PROBLEM TO SOLVE:
Somewhere below are a line with "for i, p := range" and a later line with "for _, f := range". Output exactly those lines and all lines between them.

START GIVEN RECORDS

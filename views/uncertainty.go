package views

import (
	"math"
	"strings"

	"glowlog/diag"
)

// UncSplit is a value with its total 1σ and the parts of that σ, as the
// run page and the report show it: "value ± total" with the parts on hover
// (Title) and listed on demand (Parts).
type UncSplit struct {
	// Text is "value ± total" without the unit ("≥ value" for a lower limit).
	Text string
	// Parts lists the statistical σ, the systematic σ and each named
	// systematic part, each formatted with the unit.
	Parts []KV
	// Title is the parts in one line for the title attribute.
	Title string
	// LowerLimit marks a value that is only a lower limit.
	LowerLimit bool
	// Note explains how the parts combine ("" when they add in quadrature).
	Note string
}

// sigmaText formats a σ with its unit and its size relative to the value
// ("1.2e+20 m⁻³ (5.3 %)").
func sigmaText(sigma, value float64, unit string) string {
	s := SigFig(sigma, 2) + " " + unit
	if value != 0 && !math.IsNaN(sigma) {
		s += " (" + SigFig(100*sigma/math.Abs(value), 2) + " %)"
	}
	return s
}

// splitOf builds the split of value v with total σ total, statistical σ
// stat, systematic σ sys and the named systematic parts. unit is the
// unit of the parts' text.
func splitOf(v, total, stat, sys *float64, parts []diag.UncPart, unit, statWhat string, lower bool) *UncSplit {
	if v == nil {
		return nil
	}
	s := &UncSplit{Text: ValueUnc(v, total), LowerLimit: lower}
	if lower {
		s.Text = "≥ " + SigFig(*v, 3)
		s.Parts = append(s.Parts, KV{K: "lower limit", V: "the Stark width is far below the Gaussian width, where the Voigt approximation underestimates n_e"})
	}
	if total != nil {
		s.Parts = append(s.Parts, KV{K: "total 1σ (statistical ⊕ systematic)", V: sigmaText(*total, *v, unit)})
	}
	if stat != nil {
		s.Parts = append(s.Parts, KV{K: "statistical (" + statWhat + ")", V: sigmaText(*stat, *v, unit)})
	} else if total != nil {
		s.Parts = append(s.Parts, KV{K: "statistical (" + statWhat + ")", V: "not known (no σ of the input)"})
	}
	if sys != nil {
		s.Parts = append(s.Parts, KV{K: "systematic", V: sigmaText(*sys, *v, unit)})
	}
	for _, p := range parts {
		s.Parts = append(s.Parts, KV{K: "systematic: " + p.Name, V: sigmaText(p.Sigma, *v, unit)})
	}
	lines := make([]string, len(s.Parts))
	for i, p := range s.Parts {
		lines[i] = p.K + ": " + p.V
	}
	s.Title = strings.Join(lines, "; ")
	return s
}

// NeSplit is the split of a result's best n_e (m⁻³); nil when n_e is not
// determined. The best n_e is a lower limit when the analysis says so in
// its source (only lower-limit lines were available).
func NeSplit(d *diag.Result) *UncSplit {
	if d == nil {
		return nil
	}
	s := splitOf(d.ElectronDensityM3, d.ElectronDensityUncM3, d.ElectronDensityUncStatM3, d.ElectronDensityUncSysM3,
		d.ElectronDensityUncParts, "m⁻³", "line widths", NeIsLowerLimit(d))
	if s != nil && strings.HasPrefix(d.ElectronDensitySource, "weighted mean of ") {
		s.Note = "Several lines: each line's systematic parts add in quadrature; the combined value's systematic σ and each part are the lines' values averaged with the n_e weights (taken as fully correlated between lines), so the parts listed add in quadrature to about, not exactly, the systematic σ. When the lines scatter beyond their σ, the σ are scaled by the Birge ratio (see the warnings)."
	}
	return s
}

// NeIsLowerLimit reports whether a result's best n_e is only a lower
// limit: diag combines the lines' densities leaving lower limits out, and
// falls back to one lower-limit line (source "…, lower limit") only when
// no other line has a value.
func NeIsLowerLimit(d *diag.Result) bool {
	return d != nil && d.ElectronDensityM3 != nil && strings.HasSuffix(d.ElectronDensitySource, ", lower limit")
}

// TexcSplit is the split of a result's T_exc (K); nil when undefined.
// The systematic part of T_exc is the response calibration.
func TexcSplit(d *diag.Result) *UncSplit {
	if d == nil {
		return nil
	}
	var parts []diag.UncPart
	if d.ExcitationTemperatureUncSysK != nil && *d.ExcitationTemperatureUncSysK > 0 {
		parts = []diag.UncPart{{Name: "response calibration", Sigma: *d.ExcitationTemperatureUncSysK}}
	}
	s := splitOf(d.ExcitationTemperatureK, d.ExcitationTemperatureUncK, d.ExcitationTemperatureUncStatK,
		d.ExcitationTemperatureUncSysK, parts, "K", "Boltzmann fit", false)
	if s != nil && d.ExcitationTemperatureUncSysK != nil && *d.ExcitationTemperatureUncSysK == 0 {
		for _, f := range d.Flags {
			if f.Code == diag.FlagTexNoCalibrationUnc {
				s.Parts = append(s.Parts, KV{K: "not included", V: "the response calibration's σ (none given)"})
				s.Title += "; not included: the response calibration's σ (none given)"
				break
			}
		}
	}
	return s
}

// LineNeSplit is the split of one line's preferred n_e (m⁻³).
func LineNeSplit(l diag.LineResult) *UncSplit {
	return splitOf(l.ElectronDensityM3, l.ElectronDensityUncM3, l.ElectronDensityUncStatM3, l.ElectronDensityUncSysM3,
		l.DensityUncParts, "m⁻³", "line width", l.DensityLowerLimit)
}

// lineNe is a line's n_e cell: "value ± total", or "≥ value" for a lower
// limit.
func lineNe(l diag.LineResult) string {
	if s := LineNeSplit(l); s != nil {
		return s.Text
	}
	return "—"
}

func lineNeTitle(l diag.LineResult) string {
	if s := LineNeSplit(l); s != nil {
		return s.Title
	}
	return ""
}

// modelFamily names the family of a Stark relation ID for the per-model
// columns ("ggc2003-hbeta-fwhm" → "GGC 2003", "sh99-…" → "SH99").
func modelFamily(id string) string {
	switch {
	case strings.HasPrefix(id, "ggc2003-"):
		return "GGC 2003"
	case strings.HasPrefix(id, "sh99-"):
		return "SH99"
	case strings.HasPrefix(id, "griem-"):
		return "Griem"
	}
	if i := strings.IndexByte(id, '-'); i > 0 {
		return id[:i]
	}
	return id
}

// modelFamilies lists the Stark model families of a result's lines, in
// order of first appearance.
func modelFamilies(d *diag.Result) []string {
	var out []string
	seen := map[string]bool{}
	for _, l := range d.Lines {
		for _, e := range l.Densities {
			if f := modelFamily(e.Relation); !seen[f] {
				seen[f] = true
				out = append(out, f)
			}
		}
	}
	// Models that were tried on a line with a width and did not apply
	// (outside their tables or range) get their column too, so that the
	// page says why a line has no density from them.
	for _, l := range d.Lines {
		if len(l.Densities) == 0 {
			continue
		}
		for _, m := range l.DensitiesNotApplying {
			if f := modelFamily(m.Relation); !seen[f] {
				seen[f] = true
				out = append(out, f)
			}
		}
	}
	return out
}

// modelNotApplying returns why the model family fam gave the line no
// density ("" when the analysis did not say).
func modelNotApplying(l diag.LineResult, fam string) string {
	for _, m := range l.DensitiesNotApplying {
		if modelFamily(m.Relation) == fam {
			return strings.TrimPrefix(m.Reason, "sh99: ")
		}
	}
	return ""
}

// modelEstimate returns the line's density by the model family fam.
func modelEstimate(l diag.LineResult, fam string) (diag.DensityEstimate, bool) {
	for _, e := range l.Densities {
		if modelFamily(e.Relation) == fam {
			return e, true
		}
	}
	return diag.DensityEstimate{}, false
}

// estimateText formats one model's n_e ± σ ("≥ value" when the line is a
// lower limit).
func estimateText(l diag.LineResult, e diag.DensityEstimate) string {
	if l.DensityLowerLimit {
		return "≥ " + SigFig(e.ElectronDensityM3, 3)
	}
	return ValueUnc(&e.ElectronDensityM3, &e.ElectronDensityUncM3)
}

// linesWithDensities reports whether any line has a per-model density.
func linesWithDensities(d *diag.Result) bool {
	for _, l := range d.Lines {
		if len(l.Densities) > 0 {
			return true
		}
	}
	return false
}

// partsText lists a line's systematic parts in one cell.
func partsText(l diag.LineResult) string {
	var ps []string
	for _, p := range l.DensityUncParts {
		v := 0.0
		if l.ElectronDensityM3 != nil {
			v = *l.ElectronDensityM3
		}
		ps = append(ps, p.Name+" "+sigmaText(p.Sigma, v, "m⁻³"))
	}
	return strings.Join(ps, "; ")
}

// optSigma formats an optional σ ("—" when absent).
func optSigma(v *float64) string {
	if v == nil {
		return "—"
	}
	return SigFig(*v, 2)
}

// statusWord spells a source status for people ("cross-checked" stays).
func statusWord(s string) string {
	switch s {
	case diag.StatusOpen:
		return "open (not verified)"
	case "":
		return "not stated"
	}
	return s
}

END GIVEN RECORDS

FINISHED TASK:
	for i, p := range s.Parts {
		lines[i] = p.K + ": " + p.V
	}
	s.Title = strings.Join(lines, "; ")
	return s
}

// NeSplit is the split of a result's best n_e (m⁻³); nil when n_e is not
// determined. The best n_e is a lower limit when the analysis says so in
// its source (only lower-limit lines were available).
func NeSplit(d *diag.Result) *UncSplit {
	if d == nil {
		return nil
	}
	s := splitOf(d.ElectronDensityM3, d.ElectronDensityUncM3, d.ElectronDensityUncStatM3, d.ElectronDensityUncSysM3,
		d.ElectronDensityUncParts, "m⁻³", "line widths", NeIsLowerLimit(d))
	if s != nil && strings.HasPrefix(d.ElectronDensitySource, "weighted mean of ") {
		s.Note = "Several lines: each line's systematic parts add in quadrature; the combined value's systematic σ and each part are the lines' values averaged with the n_e weights (taken as fully correlated between lines), so the parts listed add in quadrature to about, not exactly, the systematic σ. When the lines scatter beyond their σ, the σ are scaled by the Birge ratio (see the warnings)."
	}
	return s
}

// NeIsLowerLimit reports whether a result's best n_e is only a lower
// limit: diag combines the lines' densities leaving lower limits out, and
// falls back to one lower-limit line (source "…, lower limit") only when
// no other line has a value.
func NeIsLowerLimit(d *diag.Result) bool {
	return d != nil && d.ElectronDensityM3 != nil && strings.HasSuffix(d.ElectronDensitySource, ", lower limit")
}

// TexcSplit is the split of a result's T_exc (K); nil when undefined.
// The systematic part of T_exc is the response calibration.
func TexcSplit(d *diag.Result) *UncSplit {
	if d == nil {
		return nil
	}
	var parts []diag.UncPart
	if d.ExcitationTemperatureUncSysK != nil && *d.ExcitationTemperatureUncSysK > 0 {
		parts = []diag.UncPart{{Name: "response calibration", Sigma: *d.ExcitationTemperatureUncSysK}}
	}
	s := splitOf(d.ExcitationTemperatureK, d.ExcitationTemperatureUncK, d.ExcitationTemperatureUncStatK,
		d.ExcitationTemperatureUncSysK, parts, "K", "Boltzmann fit", false)
	if s != nil && d.ExcitationTemperatureUncSysK != nil && *d.ExcitationTemperatureUncSysK == 0 {
		for _, f := range d.Flags {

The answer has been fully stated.